(Saved entries)
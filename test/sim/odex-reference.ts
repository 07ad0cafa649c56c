/**
 * Reference integration of any PlantDynamics with the `odex` package (Hairer & Wanner's ODEX
 * Gragg–Bulirsch–Stoer extrapolation code, ported to JavaScript), for comparison with the
 * engine's fixed-step RK4. Reusable for compiled plant files (compilePlant output).
 */
import { createRequire } from 'node:module';
import type { PlantDynamics } from '../../src/sim/index.js';

/** The part of odex's API used here. */
interface OdexSolver {
  relativeTolerance: number;
  absoluteTolerance: number;
  maxSteps: number;
  solve(f: (x: number, y: number[]) => number[], x0: number, y0: number[], xEnd: number): { y: number[]; outcome: number };
}

// Loaded through require with a local type: importing 'odex' by name makes TypeScript type-check
// the package's own .ts source under this project's strict settings, which it does not pass.
const odex = createRequire(import.meta.url)('odex') as { Solver: new (n: number) => OdexSolver };

/**
 * Outputs y(times[i]) of the open-loop plant with a piecewise-constant input: u = input(t) held
 * from each time to the next. Integrates segment by segment (restarting at every time), so input
 * changes never fall inside an extrapolation step. rtol = atol = `tol`.
 */
export function odexOutputs(
  plant: PlantDynamics,
  times: readonly number[],
  input: (t: number) => number,
  tol = 1e-12,
): number[] {
  const solver = new odex.Solver(plant.nx);
  solver.relativeTolerance = tol;
  solver.absoluteTolerance = tol;
  solver.maxSteps = 100000;
  const xs = new Float64Array(plant.nx);
  const dx = new Float64Array(plant.nx);
  const d = Float64Array.from(plant.d0);
  let y = Array.from(plant.x0);
  const out: number[] = [];
  const u0 = input(times[0]);
  out.push(plant.output(times[0], plant.x0, u0, d, plant.params));
  for (let i = 1; i < times.length; i++) {
    const u = input(times[i - 1]);
    const f = (t: number, v: number[]): number[] => {
      for (let k = 0; k < v.length; k++) xs[k] = v[k];
      plant.deriv(t, xs, u, d, plant.params, dx);
      return Array.from(dx);
    };
    const res = solver.solve(f, times[i - 1], y, times[i]);
    if (res.outcome !== 0) throw new Error(`odex did not converge on [${times[i - 1]}, ${times[i]}]`);
    y = res.y;
    for (let k = 0; k < y.length; k++) xs[k] = y[k];
    out.push(plant.output(times[i], xs, u, d, plant.params));
  }
  return out;
}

◆ Your assignment: Give the number of lines in the records where the word "absoluteTolerance" shows up. Nothing else belongs in the reply.

◆ Solution for this task: 2